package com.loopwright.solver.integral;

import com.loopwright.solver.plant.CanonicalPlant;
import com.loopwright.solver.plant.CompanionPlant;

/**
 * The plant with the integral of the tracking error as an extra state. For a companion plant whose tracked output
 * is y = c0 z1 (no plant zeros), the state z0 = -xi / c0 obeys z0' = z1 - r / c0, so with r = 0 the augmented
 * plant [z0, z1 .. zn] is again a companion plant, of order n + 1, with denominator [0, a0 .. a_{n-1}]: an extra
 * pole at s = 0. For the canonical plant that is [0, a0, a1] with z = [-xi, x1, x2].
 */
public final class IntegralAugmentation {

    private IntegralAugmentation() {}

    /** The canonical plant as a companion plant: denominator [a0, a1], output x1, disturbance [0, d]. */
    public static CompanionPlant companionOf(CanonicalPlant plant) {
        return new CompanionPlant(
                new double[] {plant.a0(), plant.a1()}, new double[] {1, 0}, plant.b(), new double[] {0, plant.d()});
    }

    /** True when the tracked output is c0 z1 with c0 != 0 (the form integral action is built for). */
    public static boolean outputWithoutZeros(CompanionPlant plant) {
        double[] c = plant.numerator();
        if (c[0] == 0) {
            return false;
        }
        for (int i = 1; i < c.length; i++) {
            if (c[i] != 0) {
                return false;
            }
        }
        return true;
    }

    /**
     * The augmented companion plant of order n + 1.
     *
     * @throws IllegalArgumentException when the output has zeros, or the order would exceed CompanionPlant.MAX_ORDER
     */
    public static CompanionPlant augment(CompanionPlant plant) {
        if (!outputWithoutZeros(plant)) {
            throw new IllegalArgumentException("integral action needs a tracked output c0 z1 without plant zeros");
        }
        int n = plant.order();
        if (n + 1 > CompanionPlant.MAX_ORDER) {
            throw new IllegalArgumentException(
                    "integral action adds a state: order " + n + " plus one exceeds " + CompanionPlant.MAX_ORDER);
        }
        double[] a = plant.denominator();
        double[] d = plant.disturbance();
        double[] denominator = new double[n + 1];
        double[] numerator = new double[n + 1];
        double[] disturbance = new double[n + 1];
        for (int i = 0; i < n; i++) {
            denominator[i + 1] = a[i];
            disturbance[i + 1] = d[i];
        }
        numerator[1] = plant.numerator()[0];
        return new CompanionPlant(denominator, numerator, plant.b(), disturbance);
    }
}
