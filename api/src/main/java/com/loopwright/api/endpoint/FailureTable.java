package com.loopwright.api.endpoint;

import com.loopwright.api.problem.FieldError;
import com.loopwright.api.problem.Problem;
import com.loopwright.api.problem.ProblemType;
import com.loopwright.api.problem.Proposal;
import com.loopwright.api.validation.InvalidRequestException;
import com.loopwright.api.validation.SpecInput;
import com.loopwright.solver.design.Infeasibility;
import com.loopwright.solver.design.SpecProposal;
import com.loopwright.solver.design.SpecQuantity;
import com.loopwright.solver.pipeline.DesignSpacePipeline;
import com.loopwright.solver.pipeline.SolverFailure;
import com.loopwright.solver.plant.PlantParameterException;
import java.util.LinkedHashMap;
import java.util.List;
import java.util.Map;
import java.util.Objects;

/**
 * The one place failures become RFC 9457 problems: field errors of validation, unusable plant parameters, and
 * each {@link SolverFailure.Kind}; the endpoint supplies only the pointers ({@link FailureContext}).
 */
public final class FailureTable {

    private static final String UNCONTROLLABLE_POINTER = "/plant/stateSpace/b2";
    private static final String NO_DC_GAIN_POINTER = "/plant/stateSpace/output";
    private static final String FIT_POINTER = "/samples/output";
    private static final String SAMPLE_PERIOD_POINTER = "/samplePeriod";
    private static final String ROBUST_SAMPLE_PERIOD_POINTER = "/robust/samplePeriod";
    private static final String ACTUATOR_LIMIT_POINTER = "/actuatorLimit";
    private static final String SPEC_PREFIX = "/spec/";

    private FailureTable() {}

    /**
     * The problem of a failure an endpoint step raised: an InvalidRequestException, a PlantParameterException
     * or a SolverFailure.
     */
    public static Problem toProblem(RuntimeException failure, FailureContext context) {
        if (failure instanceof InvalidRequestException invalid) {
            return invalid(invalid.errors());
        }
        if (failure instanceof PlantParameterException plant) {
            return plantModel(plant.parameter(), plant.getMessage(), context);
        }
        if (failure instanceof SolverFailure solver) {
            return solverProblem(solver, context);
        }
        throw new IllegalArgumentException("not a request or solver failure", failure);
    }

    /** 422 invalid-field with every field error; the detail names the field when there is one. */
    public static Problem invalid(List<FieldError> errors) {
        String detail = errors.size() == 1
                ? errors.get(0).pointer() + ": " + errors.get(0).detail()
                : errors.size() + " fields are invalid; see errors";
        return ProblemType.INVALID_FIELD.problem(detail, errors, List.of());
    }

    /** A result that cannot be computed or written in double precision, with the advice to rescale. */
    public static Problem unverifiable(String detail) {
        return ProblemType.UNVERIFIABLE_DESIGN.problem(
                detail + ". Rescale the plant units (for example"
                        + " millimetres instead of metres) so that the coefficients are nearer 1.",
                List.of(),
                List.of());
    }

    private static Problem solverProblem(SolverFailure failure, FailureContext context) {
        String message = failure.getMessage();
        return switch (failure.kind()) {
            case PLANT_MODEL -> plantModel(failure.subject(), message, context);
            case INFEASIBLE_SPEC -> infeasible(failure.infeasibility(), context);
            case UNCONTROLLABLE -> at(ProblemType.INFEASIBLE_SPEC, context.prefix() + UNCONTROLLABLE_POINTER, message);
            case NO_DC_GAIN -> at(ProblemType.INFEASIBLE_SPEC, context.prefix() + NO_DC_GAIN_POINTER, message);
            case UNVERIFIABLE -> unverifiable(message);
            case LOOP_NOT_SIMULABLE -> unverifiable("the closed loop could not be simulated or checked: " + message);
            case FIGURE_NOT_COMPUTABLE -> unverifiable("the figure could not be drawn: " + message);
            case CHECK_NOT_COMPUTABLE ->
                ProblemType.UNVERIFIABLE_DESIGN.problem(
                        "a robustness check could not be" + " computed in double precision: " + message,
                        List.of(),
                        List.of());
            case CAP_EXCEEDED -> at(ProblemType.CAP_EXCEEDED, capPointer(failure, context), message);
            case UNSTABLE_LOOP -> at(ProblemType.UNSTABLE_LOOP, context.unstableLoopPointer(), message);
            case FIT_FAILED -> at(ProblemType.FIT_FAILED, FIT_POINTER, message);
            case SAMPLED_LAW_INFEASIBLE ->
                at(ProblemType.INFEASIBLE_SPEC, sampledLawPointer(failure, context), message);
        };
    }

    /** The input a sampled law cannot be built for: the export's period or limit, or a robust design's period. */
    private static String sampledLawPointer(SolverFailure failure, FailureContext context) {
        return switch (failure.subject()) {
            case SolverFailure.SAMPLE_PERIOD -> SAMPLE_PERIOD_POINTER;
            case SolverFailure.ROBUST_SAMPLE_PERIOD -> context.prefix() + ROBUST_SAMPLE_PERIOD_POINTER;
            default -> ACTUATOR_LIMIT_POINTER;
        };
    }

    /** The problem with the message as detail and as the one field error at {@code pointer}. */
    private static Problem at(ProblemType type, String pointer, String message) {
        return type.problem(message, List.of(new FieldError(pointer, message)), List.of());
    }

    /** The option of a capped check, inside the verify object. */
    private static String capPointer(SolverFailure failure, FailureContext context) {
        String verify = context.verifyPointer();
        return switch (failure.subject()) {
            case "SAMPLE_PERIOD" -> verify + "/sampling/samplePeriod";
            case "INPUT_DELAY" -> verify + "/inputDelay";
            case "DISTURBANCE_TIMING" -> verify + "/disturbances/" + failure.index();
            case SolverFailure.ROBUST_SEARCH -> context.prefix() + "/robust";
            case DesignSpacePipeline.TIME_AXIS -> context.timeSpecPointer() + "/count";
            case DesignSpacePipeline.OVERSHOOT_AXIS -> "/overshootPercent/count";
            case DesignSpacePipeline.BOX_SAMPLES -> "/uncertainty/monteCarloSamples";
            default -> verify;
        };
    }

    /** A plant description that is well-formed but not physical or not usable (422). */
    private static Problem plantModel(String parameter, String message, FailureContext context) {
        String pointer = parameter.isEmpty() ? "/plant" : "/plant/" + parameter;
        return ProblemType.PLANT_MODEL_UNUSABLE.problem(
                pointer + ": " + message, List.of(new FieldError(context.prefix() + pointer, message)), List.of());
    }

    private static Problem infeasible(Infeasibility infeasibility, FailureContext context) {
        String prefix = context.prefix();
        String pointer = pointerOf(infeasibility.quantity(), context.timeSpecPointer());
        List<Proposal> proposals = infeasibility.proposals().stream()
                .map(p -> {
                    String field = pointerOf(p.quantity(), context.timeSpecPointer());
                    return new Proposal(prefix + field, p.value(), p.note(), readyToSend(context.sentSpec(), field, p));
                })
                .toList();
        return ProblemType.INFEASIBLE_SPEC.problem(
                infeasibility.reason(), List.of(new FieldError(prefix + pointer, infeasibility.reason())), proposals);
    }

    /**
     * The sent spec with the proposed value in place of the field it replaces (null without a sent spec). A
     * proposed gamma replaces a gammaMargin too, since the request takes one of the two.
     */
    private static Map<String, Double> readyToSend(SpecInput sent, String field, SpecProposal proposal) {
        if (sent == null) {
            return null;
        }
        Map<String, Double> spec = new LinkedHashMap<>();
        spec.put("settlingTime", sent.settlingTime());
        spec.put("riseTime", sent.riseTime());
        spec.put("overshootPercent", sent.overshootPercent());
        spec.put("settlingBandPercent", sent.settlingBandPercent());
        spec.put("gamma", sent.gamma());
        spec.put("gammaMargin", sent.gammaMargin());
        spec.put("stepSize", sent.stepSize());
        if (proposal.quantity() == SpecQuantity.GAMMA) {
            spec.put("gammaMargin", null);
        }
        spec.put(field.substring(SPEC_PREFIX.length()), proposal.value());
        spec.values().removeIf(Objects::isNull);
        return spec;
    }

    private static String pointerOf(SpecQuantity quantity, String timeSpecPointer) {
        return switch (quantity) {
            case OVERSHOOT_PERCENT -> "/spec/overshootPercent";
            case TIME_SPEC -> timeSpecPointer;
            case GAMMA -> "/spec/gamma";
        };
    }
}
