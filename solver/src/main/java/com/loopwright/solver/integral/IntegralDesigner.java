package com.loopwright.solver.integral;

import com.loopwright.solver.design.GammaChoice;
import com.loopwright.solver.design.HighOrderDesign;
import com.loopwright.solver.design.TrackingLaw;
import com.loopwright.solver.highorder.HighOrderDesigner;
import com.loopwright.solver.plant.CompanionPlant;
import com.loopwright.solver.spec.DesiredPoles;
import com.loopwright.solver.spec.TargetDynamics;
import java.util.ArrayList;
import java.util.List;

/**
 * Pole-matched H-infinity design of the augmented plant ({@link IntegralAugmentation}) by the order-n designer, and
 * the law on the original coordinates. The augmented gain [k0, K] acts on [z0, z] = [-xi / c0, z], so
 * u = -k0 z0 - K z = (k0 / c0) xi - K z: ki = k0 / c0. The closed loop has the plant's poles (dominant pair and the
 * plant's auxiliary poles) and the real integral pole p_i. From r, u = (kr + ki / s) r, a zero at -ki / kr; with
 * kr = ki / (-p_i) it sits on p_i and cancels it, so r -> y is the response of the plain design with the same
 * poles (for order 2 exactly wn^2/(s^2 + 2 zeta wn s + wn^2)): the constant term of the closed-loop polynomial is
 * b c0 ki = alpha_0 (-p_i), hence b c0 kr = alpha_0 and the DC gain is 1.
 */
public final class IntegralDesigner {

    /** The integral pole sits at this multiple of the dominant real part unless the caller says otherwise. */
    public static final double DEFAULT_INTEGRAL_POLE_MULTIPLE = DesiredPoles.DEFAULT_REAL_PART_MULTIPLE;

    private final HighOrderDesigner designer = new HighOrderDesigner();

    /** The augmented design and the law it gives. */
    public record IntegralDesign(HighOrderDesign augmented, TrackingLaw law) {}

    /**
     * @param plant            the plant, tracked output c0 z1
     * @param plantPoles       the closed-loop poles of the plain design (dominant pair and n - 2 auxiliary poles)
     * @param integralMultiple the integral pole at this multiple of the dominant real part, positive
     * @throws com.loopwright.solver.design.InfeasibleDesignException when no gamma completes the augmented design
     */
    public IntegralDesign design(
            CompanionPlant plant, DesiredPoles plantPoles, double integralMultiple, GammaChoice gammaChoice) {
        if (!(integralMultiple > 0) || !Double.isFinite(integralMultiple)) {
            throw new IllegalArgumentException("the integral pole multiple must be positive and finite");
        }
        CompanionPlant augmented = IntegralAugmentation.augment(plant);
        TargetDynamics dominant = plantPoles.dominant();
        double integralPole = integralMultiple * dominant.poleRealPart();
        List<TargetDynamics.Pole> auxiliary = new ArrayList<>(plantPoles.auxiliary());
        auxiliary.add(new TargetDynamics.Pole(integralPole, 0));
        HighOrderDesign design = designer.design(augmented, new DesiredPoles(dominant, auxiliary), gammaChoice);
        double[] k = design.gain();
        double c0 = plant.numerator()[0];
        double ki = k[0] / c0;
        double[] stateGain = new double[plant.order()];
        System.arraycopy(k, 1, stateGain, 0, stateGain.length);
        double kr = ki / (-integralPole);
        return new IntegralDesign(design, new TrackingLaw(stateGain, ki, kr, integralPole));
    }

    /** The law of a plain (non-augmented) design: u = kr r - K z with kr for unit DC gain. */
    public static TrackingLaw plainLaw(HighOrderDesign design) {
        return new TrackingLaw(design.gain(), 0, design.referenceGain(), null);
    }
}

What the exercise asks
In the material above, find the line containing "-ki / kr; with" and the line containing "List<TargetDynamics.Pole> auxiliary = new", then write out exactly those two lines and every line between them, and nothing more.

Response
 * plant's auxiliary poles) and the real integral pole p_i. From r, u = (kr + ki / s) r, a zero at -ki / kr; with
 * kr = ki / (-p_i) it sits on p_i and cancels it, so r -> y is the response of the plain design with the same
 * poles (for order 2 exactly wn^2/(s^2 + 2 zeta wn s + wn^2)): the constant term of the closed-loop polynomial is
 * b c0 ki = alpha_0 (-p_i), hence b c0 kr = alpha_0 and the DC gain is 1.
 */
public final class IntegralDesigner {

    /** The integral pole sits at this multiple of the dominant real part unless the caller says otherwise. */
    public static final double DEFAULT_INTEGRAL_POLE_MULTIPLE = DesiredPoles.DEFAULT_REAL_PART_MULTIPLE;

    private final HighOrderDesigner designer = new HighOrderDesigner();

    /** The augmented design and the law it gives. */
    public record IntegralDesign(HighOrderDesign augmented, TrackingLaw law) {}

    /**
     * @param plant            the plant, tracked output c0 z1
     * @param plantPoles       the closed-loop poles of the plain design (dominant pair and n - 2 auxiliary poles)
     * @param integralMultiple the integral pole at this multiple of the dominant real part, positive
     * @throws com.loopwright.solver.design.InfeasibleDesignException when no gamma completes the augmented design
     */
    public IntegralDesign design(
            CompanionPlant plant, DesiredPoles plantPoles, double integralMultiple, GammaChoice gammaChoice) {
        if (!(integralMultiple > 0) || !Double.isFinite(integralMultiple)) {
            throw new IllegalArgumentException("the integral pole multiple must be positive and finite");
        }
        CompanionPlant augmented = IntegralAugmentation.augment(plant);
        TargetDynamics dominant = plantPoles.dominant();
        double integralPole = integralMultiple * dominant.poleRealPart();
        List<TargetDynamics.Pole> auxiliary = new ArrayList<>(plantPoles.auxiliary());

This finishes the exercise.